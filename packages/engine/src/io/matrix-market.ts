import { ParseError } from '../errors';
import type { Graph } from '../graph/graph';
import { MAX_VERTICES } from '../graph/limits';
import { EdgeBuffer } from './edge-buffer';
import { fileFamily } from './file-family';
import { LineCursor } from './line-cursor';
import { buildSimpleGraph, warnAtBufferedEdge } from './simple-graph';
import { decodeTextInput, type TextInput } from './text-input';
import { countOf, quoted } from './text-position';
import { WarningList, type ReadResult } from './warnings';

const FORMAT = 'matrix-market';
const BANNER = '%%MatrixMarket';
const PERCENT = 37;

type Field = 'pattern' | 'real' | 'integer';
type Symmetry = 'general' | 'symmetric' | 'skew-symmetric' | 'hermitian';

export interface MatrixMarketReadOptions {
  /** Recorded as the name of the graph's family. */
  name?: string;
}

/**
 * Reads a Matrix Market coordinate file (Boisvert, Pozo, Remington, "The Matrix Market Exchange Formats:
 * Initial Design", NIST, 1996) as the graph of its off-diagonal pattern, made symmetric:
 * - the banner `%%MatrixMarket matrix coordinate <field> <symmetry>` (qualifiers in any case), then `%`
 *   comment lines, the size line `rows cols entries`, and exactly `entries` lines `i j [value]`, 1-based;
 * - the matrix must be square; the field may be pattern, real or integer (complex, and the dense `array`
 *   format, are refused); every symmetry is accepted, and only the pattern is used;
 * - an entry is structure whatever its value, 0 included (the file chose to store it);
 * - diagonal entries are not edges of the graph and are skipped without a warning;
 * - (i, j) and (j, i) make one edge. In a general matrix that is how the file says it, so no warning; in a
 *   symmetric one only one triangle should be stored, so a mirrored entry, like an exact repeat, is
 *   dropped with a duplicate-edge warning. Entries above the diagonal of a symmetric file are accepted.
 */
export function readMatrixMarket(input: TextInput, options: MatrixMarketReadOptions = {}): ReadResult {
  const text = decodeTextInput(input, FORMAT);
  const cursor = new LineCursor(text, FORMAT);
  const { field, symmetry } = readBanner(cursor);

  let sizeLine = false;
  while (cursor.nextLine()) {
    cursor.skipSpaces();
    if (cursor.atLineEnd() || cursor.peek() === PERCENT) continue;
    sizeLine = true;
    break;
  }
  if (!sizeLine) throw new ParseError(FORMAT, cursor.endOfText(), 'the size line "rows columns entries"', 'end of file', 'no size line');
  const rows = cursor.readWhole(`the number of rows (at most ${MAX_VERTICES})`, 0, MAX_VERTICES);
  cursor.skipSpaces();
  const columnsAt = cursor.pos;
  const cols = cursor.readWhole('the number of columns', 0, Number.MAX_SAFE_INTEGER);
  if (cols !== rows) cursor.fail(columnsAt, `${countOf(rows, 'column')} (a graph needs a square matrix)`, `${cols}`, 'the matrix is not square');
  const entries = cursor.readWhole('the number of entries', 0, Number.MAX_SAFE_INTEGER);
  cursor.expectLineEnd('end of line (the size line is "rows columns entries")');
  const sizeLineNumber = cursor.line;

  const hasValue = field !== 'pattern';
  const entryShape = hasValue ? `"row column value"` : `"row column"`;
  const index = `an index 1..${rows}`;
  // The size line is the file's claim; cap the allocation by what the text could hold ("1 2\n" per entry).
  const edges = new EdgeBuffer(Math.min(entries, (text.length >> 2) + 16));
  let read = 0;
  while (cursor.nextLine()) {
    cursor.skipSpaces();
    if (cursor.atLineEnd() || cursor.peek() === PERCENT) continue;
    const column = cursor.pos - cursor.start + 1;
    if (read === entries) {
      cursor.fail(cursor.pos, `end of file after ${countOf(entries, 'entry', 'entries')}, as the size line on line ${sizeLineNumber} says`, 'another entry', 'too many entries');
    }
    const i = cursor.readWhole(index, 1, rows, 'row index');
    const j = cursor.readWhole(index, 1, rows, 'column index');
    if (hasValue) readValue(cursor, field, entryShape);
    cursor.expectLineEnd(`end of line (a ${field} entry is ${entryShape})`);
    read++;
    if (i !== j) edges.push(i, j, cursor.line, column);
  }
  if (read < entries) {
    const found = `${read} (the file ends early)`;
    throw new ParseError(FORMAT, cursor.endOfText(), `${countOf(entries, 'entry', 'entries')}, as the size line on line ${sizeLineNumber} says`, found, 'truncated file');
  }
  const warnings = new WarningList();
  const unordered = symmetry !== 'general';
  const family = fileFamily(FORMAT, options.name);
  const graph = buildSimpleGraph(edges, { vertexCount: rows, family, from: 0, base: 1, unordered, onDrop: warnAtBufferedEdge(edges, warnings) });
  return warnings.result(graph);
}

/**
 * Writes the graph as its adjacency pattern: `pattern symmetric`, one entry (i, j) per edge from the lower
 * triangle (i > j), 1-based, in column order as the format's examples list them.
 */
export function writeMatrixMarket(graph: Graph): string {
  const n = graph.vertexCount;
  const lines = [
    `${BANNER} matrix coordinate pattern symmetric`,
    `% the adjacency pattern of a graph with ${n} vertices and ${graph.edgeCount} edges, written by Cairn`,
    `${n} ${n} ${graph.edgeCount}`,
  ];
  for (const [u, v] of graph.edges()) lines.push(`${v + 1} ${u + 1}`);
  return `${lines.join('\n')}\n`;
}

function readBanner(cursor: LineCursor): { field: Field; symmetry: Symmetry } {
  const expectedBanner = `the banner "${BANNER} matrix coordinate <field> <symmetry>"`;
  // Empty text has no line of its own; the banner is missing at the start of line 1.
  if (!cursor.nextLine()) throw new ParseError(FORMAT, { line: 1, column: 1 }, expectedBanner, 'empty text');
  const text = cursor.text;
  if (!text.startsWith(BANNER, cursor.start) || (cursor.start + BANNER.length < cursor.end && !cursor.isDelimiter(text.charCodeAt(cursor.start + BANNER.length)))) {
    cursor.fail(cursor.start, expectedBanner, cursor.start === cursor.end ? 'an empty line' : cursor.found(cursor.start), 'not a Matrix Market file');
  }
  cursor.pos = cursor.start + BANNER.length;
  const word = (): [string, number] => {
    const value = cursor.readWord();
    return [value.toLowerCase(), cursor.pos - value.length];
  };
  const [object, objectAt] = word();
  if (object !== 'matrix') cursor.fail(objectAt, 'the object "matrix"', foundWord(cursor, objectAt));
  const [format, formatAt] = word();
  if (format === 'array') cursor.fail(formatAt, 'the format "coordinate"', '"array" (a dense matrix; Cairn reads only the sparse coordinate format)');
  if (format !== 'coordinate') cursor.fail(formatAt, 'the format "coordinate"', foundWord(cursor, formatAt));
  const [field, fieldAt] = word();
  if (field === 'complex') cursor.fail(fieldAt, 'the field pattern, real or integer', '"complex" (Cairn does not read complex matrices)');
  if (field !== 'pattern' && field !== 'real' && field !== 'integer') cursor.fail(fieldAt, 'the field pattern, real or integer', foundWord(cursor, fieldAt));
  const [symmetry, symmetryAt] = word();
  if (symmetry !== 'general' && symmetry !== 'symmetric' && symmetry !== 'skew-symmetric' && symmetry !== 'hermitian') {
    cursor.fail(symmetryAt, 'the symmetry general, symmetric, skew-symmetric or hermitian', foundWord(cursor, symmetryAt));
  }
  cursor.expectLineEnd('end of the banner line');
  return { field, symmetry };
}

function foundWord(cursor: LineCursor, at: number): string {
  return at >= cursor.end ? 'end of line' : cursor.found(at);
}

/** Checks an entry's value: an integer, or a real in decimal or exponent notation. Its size does not matter. */
function readValue(cursor: LineCursor, field: Field, entryShape: string): void {
  cursor.skipSpaces();
  const text = cursor.text;
  const from = cursor.pos;
  const end = cursor.fieldEnd(from);
  let p = from;
  const digits = (): number => {
    const start = p;
    while (p < end && text.charCodeAt(p) >= 48 && text.charCodeAt(p) <= 57) p++;
    return p - start;
  };
  if (p < end && (text[p] === '+' || text[p] === '-')) p++;
  let ok: boolean;
  if (field === 'integer') {
    ok = digits() > 0;
  } else {
    let mantissa = digits();
    if (p < end && text[p] === '.') {
      p++;
      mantissa += digits();
    }
    ok = mantissa > 0;
    if (ok && p < end && (text[p] === 'e' || text[p] === 'E' || text[p] === 'd' || text[p] === 'D')) {
      p++;
      if (p < end && (text[p] === '+' || text[p] === '-')) p++;
      ok = digits() > 0;
    }
  }
  if (from === end) cursor.fail(from, `a value (a ${field} entry is ${entryShape})`, 'end of line');
  if (!ok || p !== end) cursor.fail(from, field === 'integer' ? 'an integer value' : 'a real value', quoted(text.slice(from, end)));
  cursor.pos = end;
}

■ ■ ■ ■ ■ ■ ■

◆ Work to complete ◆
Copy out only the lines of the records above from the one with "(the file ends" through the one with "const [format, formatAt] = word();", exactly as they stand, both included.

◆ Response to the task ◆
    const found = `${read} (the file ends early)`;
    throw new ParseError(FORMAT, cursor.endOfText(), `${countOf(entries, 'entry', 'entries')}, as the size line on line ${sizeLineNumber} says`, found, 'truncated file');
  }
  const warnings = new WarningList();
  const unordered = symmetry !== 'general';
  const family = fileFamily(FORMAT, options.name);
  const graph = buildSimpleGraph(edges, { vertexCount: rows, family, from: 0, base: 1, unordered, onDrop: warnAtBufferedEdge(edges, warnings) });
  return warnings.result(graph);
}

/**
 * Writes the graph as its adjacency pattern: `pattern symmetric`, one entry (i, j) per edge from the lower
 * triangle (i > j), 1-based, in column order as the format's examples list them.
 */
export function writeMatrixMarket(graph: Graph): string {
  const n = graph.vertexCount;
  const lines = [
    `${BANNER} matrix coordinate pattern symmetric`,
    `% the adjacency pattern of a graph with ${n} vertices and ${graph.edgeCount} edges, written by Cairn`,
    `${n} ${n} ${graph.edgeCount}`,
  ];
  for (const [u, v] of graph.edges()) lines.push(`${v + 1} ${u + 1}`);
  return `${lines.join('\n')}\n`;
}

function readBanner(cursor: LineCursor): { field: Field; symmetry: Symmetry } {
  const expectedBanner = `the banner "${BANNER} matrix coordinate <field> <symmetry>"`;
  // Empty text has no line of its own; the banner is missing at the start of line 1.
  if (!cursor.nextLine()) throw new ParseError(FORMAT, { line: 1, column: 1 }, expectedBanner, 'empty text');
  const text = cursor.text;
  if (!text.startsWith(BANNER, cursor.start) || (cursor.start + BANNER.length < cursor.end && !cursor.isDelimiter(text.charCodeAt(cursor.start + BANNER.length)))) {
    cursor.fail(cursor.start, expectedBanner, cursor.start === cursor.end ? 'an empty line' : cursor.found(cursor.start), 'not a Matrix Market file');
  }
  cursor.pos = cursor.start + BANNER.length;
  const word = (): [string, number] => {
    const value = cursor.readWord();
    return [value.toLowerCase(), cursor.pos - value.length];
  };
  const [object, objectAt] = word();
  if (object !== 'matrix') cursor.fail(objectAt, 'the object "matrix"', foundWord(cursor, objectAt));
  const [format, formatAt] = word();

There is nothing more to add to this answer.